# Panasonic PT-AR100U Official Thread



## mechman (Feb 8, 2007)

*PT-AR100U*

The PT-AR100U Full High-Definition LCD Home Theater Projector with 1080p (1,920 x 1,080 pixel) delivers bright, sharp images by employing a new, high-power 280-watt Red-Rich Lamp and optical unit that generates 2,800 lumens of brightness for comfortable viewing in various lighting conditions. In addition to the 50,000:1 contrast ratio, its advanced Light Harmonizer 3 feature uses built in ambient light and color sensors that automatically adjust the picture quality to match living room or theater room conditions to maintain bright, crisp pictures which match the viewing environment.

*Overview*

The PT-AR100U lets friends and family enjoy full-high definition large screen entertainment from movies, sports to video games.
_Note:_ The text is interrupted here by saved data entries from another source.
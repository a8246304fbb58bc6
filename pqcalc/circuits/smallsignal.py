"""A circuit's harmonic transfer about its periodic steady state (a Norton model).

A small harmonic ``dV_h`` added to the source voltage of a solved circuit changes its line
current. Along the solved period the circuit is linear between events, so the change
``xi`` of the state obeys, on each segment (mode ``A``, source column ``b``),

    xi' = A xi + b exp(j h w t),

solved exactly: ``xi(t) = pi_h exp(j h w t) + V exp(Lambda (t - t0)) V^-1 (xi(t0) - pi_h
exp(j h w t0))`` with ``pi_h = (j h w - A)^-1 b`` (the same modal form the steady state
uses, :mod:`pqcalc.circuits.pwl`). The periodic response follows from the monodromy matrix
``Phi`` of the steady state: ``xi(0) = (I - Phi)^-1 xi_T`` where ``xi_T`` is the end state
of a run from zero. The line current's change at every order ``k`` over ``dV_h`` is a column
of the circuit's harmonic transfer matrix (:func:`harmonic_transfer`, with the response to
the conjugate); its diagonal is the input admittance ``Y_h`` [S].

It is the Norton admittance a network harmonic study needs beside the load's harmonic
currents (the currents at the solved state are the Norton source): how the fixture's
current answers a harmonic voltage at its terminals. What it leaves out: the shift of event
times (exact for diodes, whose vector field is continuous across their switching surface,
and for time events such as a dimmer's firing instant; approximate at a triac's drop-out
below its holding current and at a converter's lock-out). The diagonal alone leaves out
the mixing of orders: a rectifier's sidebands ``h +- 2m`` are as large as its diagonal.

References
----------
E. Mollerstedt, B. Bernhardsson, "Out of control because of harmonics: an analysis of the
harmonic response of an inverter locomotive", IEEE Control Systems 20(4), 70-81, 2000
(harmonic transfer matrices of periodically switched systems); T. J. Aprille, T. N. Trick,
Proc. IEEE 60(1), 1972 (the monodromy matrix of the periodic steady state).
"""

from __future__ import annotations

import numpy as np

from .kernels import transfer_run
from .network import CH_SOURCE

__all__ = ["harmonic_transfer", "at_terminals"]


def harmonic_transfer(eng, tr, row: int, max_order: int, odd: bool = False
                      ) -> tuple[np.ndarray, np.ndarray] | None:
    """The harmonic transfer of output ``row`` (an element current, the line's) from the
    source voltage about the solved state: ``dI_k = A[k, h] dV_h + B[k, h] conj(dV_h)`` for
    orders ``k = 0..max_order`` out and ``h = 1..max_order`` in (column 0 zero), RMS
    phasors of the project's convention [S]. ``A``'s diagonal is the input admittance; off
    it, the orders a switching circuit mixes (a rectifier's ``h +- 2m``); ``B`` the response
    to the conjugate. None when the source has no fundamental to recover the modes' input
    vectors from, or the periodic problem is singular. Every column holds the events' times
    fixed (see the module's note); for the fundamental's column that is its magnitude's
    effect with the firing instants kept, while a change of its angle moves every time
    event with it (the whole state turns: ``dI_k = j k I_k d(angle)``), which the caller
    composes (:meth:`pqcalc.installation.cases.CaseResult` does).

    With ``eta_h`` the output's response to ``exp(j h w t)`` and ``F_k`` the Fourier
    coefficient of order ``k``: ``A[k, h] = F_k(eta_h)``, ``B[k, h] = -conj(F_-k(eta_h))``
    (a real input ``Re(U exp(j h w t))`` excites ``eta_h`` and its conjugate; the sign of
    ``B`` is the sine-basis phasor's factor ``j``, conjugated).

    ``odd``: the odd orders only, in and out (the rest zero), a quarter of the work: what a
    network study's Jacobian needs where the voltages carry odd harmonics (a half-wave
    symmetric circuit maps odd orders to odd orders; an asymmetric one's even answer is
    then left out of the Jacobian, which slows a Newton iteration, not its result).
    """
    net, src = eng.net, eng.src
    nx = net.n_x
    t0, t1, (Q, V, P, _p0, lam, _consts), idx, _C = tr.segment_table()
    orders = np.asarray(src.orders)
    at1 = np.nonzero(orders == 1)[0]
    if not at1.size or abs(src.amplitudes[at1[0]]) == 0:
        return None
    k1 = int(at1[0])
    w = float(src.omega)
    step = 2 if odd else 1
    h = np.arange(1, max_order + 1, step)
    jhw = 1j * w * h  # (H,)
    kpos = np.arange(1 if odd else 0, max_order + 1, step)
    kk = np.concatenate([-kpos[::-1], kpos[1:] if kpos[0] == 0 else kpos])  # both signs
    jkw = 1j * w * kk  # (K,)
    if nx == 0:
        # no state: the current answers the voltage at once, with each segment's gain
        return _compose(_static(Q, idx, t0, t1, row, jhw, jkw), kk, h, max_order)
    Vinv = np.linalg.inv(V)  # (modes, n, n)
    # the modes' input vectors in modal coordinates, from the fundamental's particular
    # solution P_1 = V diag(1 / (j w - lam)) beta S_1
    beta = (1j * w - lam) * np.einsum("mij,mj->mi", Vinv, P[:, :, k1]) \
        / src.amplitudes[k1]  # (modes, n)
    # pi_h per mode: V diag(1 / (j h w - lam)) beta, (modes, nx, H)
    pim = beta[:, :, None] / (jhw[None, None, :] - lam[:, :, None])
    pi = np.einsum("mij,mjh->mih", V, pim)
    T = float(t1[-1])
    # the passes over the segments, compiled (pqcalc.circuits.kernels.transfer_run): a run
    # from zero gives the end state xi_T; the periodic start state, and a second run
    # collecting the output's Fourier integrals
    qrow = np.ascontiguousarray(Q[:, row, :])
    args = (np.ascontiguousarray(t0, dtype=float), np.ascontiguousarray(t1, dtype=float),
            np.ascontiguousarray(idx, dtype=np.int64), np.ascontiguousarray(Vinv),
            np.ascontiguousarray(V, dtype=complex), np.ascontiguousarray(lam, dtype=complex),
            np.ascontiguousarray(pi), np.ascontiguousarray(qrow[:, :nx], dtype=float),
            np.ascontiguousarray(qrow[:, nx + CH_SOURCE], dtype=float), jhw, jkw,
            _integral(jhw, jkw)[2])
    xi_T, _ = transfer_run(np.zeros((nx, h.size), dtype=complex), False, *args)
    try:
        xi0 = np.linalg.solve(np.eye(nx) - tr.phi, xi_T)
    except np.linalg.LinAlgError:
        return None
    _, acc = transfer_run(np.ascontiguousarray(xi0), True, *args)
    return _compose(acc / T, kk, h, max_order)


def _integral(jhw: np.ndarray, jkw: np.ndarray):
    """``t0, t1 -> int_t0^t1 exp((j h w - j k w) t) dt`` for every (k, h) [s]: the difference
    of an outer product of exponentials over the exponent (K + H exponentials, not K H), the
    segment's length where the exponent is zero (h = k)."""
    dk = jhw[None, :] - jkw[:, None]
    same = dk == 0
    inv_dk = np.where(same, 0.0, 1.0 / np.where(same, 1.0, dk))

    def outer(t: float) -> np.ndarray:
        return np.exp(-jkw * t)[:, None] * np.exp(jhw * t)[None, :]

    return outer, same, inv_dk


def _static(Q, idx, t0, t1, row: int, jhw: np.ndarray, jkw: np.ndarray) -> np.ndarray:
    """Fourier coefficients ``F_k`` of a stateless circuit's answer to ``exp(j h w t)``: the
    output's gain on the source, per segment, integrated against ``exp(-j k w t)``."""
    outer, same, inv_dk = _integral(jhw, jkw)
    acc = np.zeros((jkw.size, jhw.size), dtype=complex)
    for s in range(t0.size):
        qu = Q[idx[s], row][CH_SOURCE]
        if qu != 0:
            acc += qu * np.where(same, t1[s] - t0[s], (outer(float(t1[s])) - outer(float(t0[s])))
                                 * inv_dk)
    return acc / float(t1[-1])


def _compose(F: np.ndarray, kk: np.ndarray, h: np.ndarray, max_order: int
             ) -> tuple[np.ndarray, np.ndarray] | None:
    """``A[k, h] = F_k``, ``B[k, h] = -conj(F_-k)`` from ``F`` on the output orders ``kk``
    (ascending, both signs) and the input orders ``h``."""
    A = np.zeros((max_order + 1, max_order + 1), dtype=complex)
    B = np.zeros_like(A)
    kpos = kk[kk >= 0]
    A[np.ix_(kpos, h)] = F[np.searchsorted(kk, kpos)]
    B[np.ix_(kpos, h)] = -np.conj(F[np.searchsorted(kk, -kpos)])
    if not (np.all(np.isfinite(A)) and np.all(np.isfinite(B))):
        return None
    return A, B


def at_terminals(y_e: np.ndarray, source_r_ohm: float, source_l_h: float,
                 source_damping_ohm: float, frequency_hz: float) -> np.ndarray:
    """The admittance seen at the circuit's terminals from the one seen by the source EMF
    [S]: the source impedance ``Z_s(h) = R + (j h w L || R_damp)`` (the solver's source
    branch) taken out, ``Y_t = Y_E / (1 - Z_s Y_E)`` (from ``E = V + Z_s I``)."""
    h = np.arange(y_e.size)
    if source_l_h > 0:
        zl = 1j * h * 2 * np.pi * frequency_hz * source_l_h
        zs = source_r_ohm + zl * source_damping_ohm / (zl + source_damping_ohm)
    else:  # the solver's 1 uohm link resistor in place of the inductance
        zs = np.full(h.size, source_r_ohm + 1e-6, dtype=complex)
    return y_e / (1 - zs * y_e)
Whether this projector is used for a house party filled with friends or for family movie night, the PT-AR100U delivers 2,800 lumens of brightness that when combined with Panasonics Light Harmonizer 3 technology automatically adjusts the picture quality of the image to match the living room or theater room conditions and provides everybody with vivid, clear and stunning video content.

MSRP: $1999
Street Price: $1432

*Specs*

Panel Size: 0.74 inch diagonal (16:9 aspect ratio)
Display Method: Transparent LCD panel (× 3, R/G/B)
Pixels: 2,073,600 (1,920 × 1,080) × 3, total of 6,220,800 pixels
Lamp: 280 W UHM lamp
Brightness1: 2,800 lumens
Contrast Ratio2: 50,000:1 (full on/full off)
Resolution: 1,920 × 1,080 pixels
Lens: Manual zoom (1.33:1-2.69:1), manual focus lenses, F 2.0 - 3.4, f 21.5 - 43.0 mm
Screen Size: 1.02 - 7.62 m (40 - 300 inches)
Optical Axis Shift3: Vertical: ±68%, horizontal: ±26%
Scanning frequency - RGB: fH: 15 kHz - 74 kHz, fV: 24 Hz - 85 Hz, dot clock: 154 MHz or lower
Scanning frequency - YPBPR (YCBCR): 1125 (1080)/50p
Video / S-Video: fH: 15.63 kHz, fV: 50 Hz [PAL/PAL-N/SECAM]
HDMI: HDMI connector × 2, HDMI™ (Deep Color, x.v.Color™4, CEC5), HDCP compliant, supports HDAVI Control Version 5
COMPUTER (RGB) IN: D-sub HD 15-pin (female) × 1 (RGB/YPBPR × 1)
COMPONENT In: RCA pin × 3 (YPBPR/YCBCR)
TRIGGER IN/OUT: M3 × 2, 12 V, max. 100 mA (input/output/3D transmitter output selectable using on-screen menu)
VIDEO In: RCA pin × 1
S-VIDEO In: Mini DIN 4-pin × 1
SERIAL IN: D-sub 9-pin × 1 for external control (RS-232C compliant)
Keystone correction range: Vertical: approx. ±30°
Power Supply: 100-240 V AC, 50/60 Hz
Power Consumption: 350 W (0.08 W in standby mode)
Dimensions (WxHxD): 18-17/32" × 5-15/16" × 14-31/32
PT-AR100U Weight: Approximately 19.0 lbs
Operating Temperature6: 0°-40°C (32°-104°F)
Operating humidity: 20%-80% (no condensation)
Supplied accessories: Power cord (× 1), Wireless remote control unit (× 1), Batteries for remote control (AA type × 2) ,Lens cover (× 1)
Footnotes: 6 When [HIGH ALTITUDE MODE] is set to [ON]: 0°C - 35°C (32°F-95°F)

*Warranty*

One year - may or may not include a second year with registration.

PJCentral Review


----------



## tonyvdb (Sep 5, 2007)

This one is going to stir up the competition, Thats a great price for a projector of this quality for sure.


----------



## mechman (Feb 8, 2007)

tonyvdb said:


> This one is going to stir up the competition, Thats a great price for a projector of this quality for sure.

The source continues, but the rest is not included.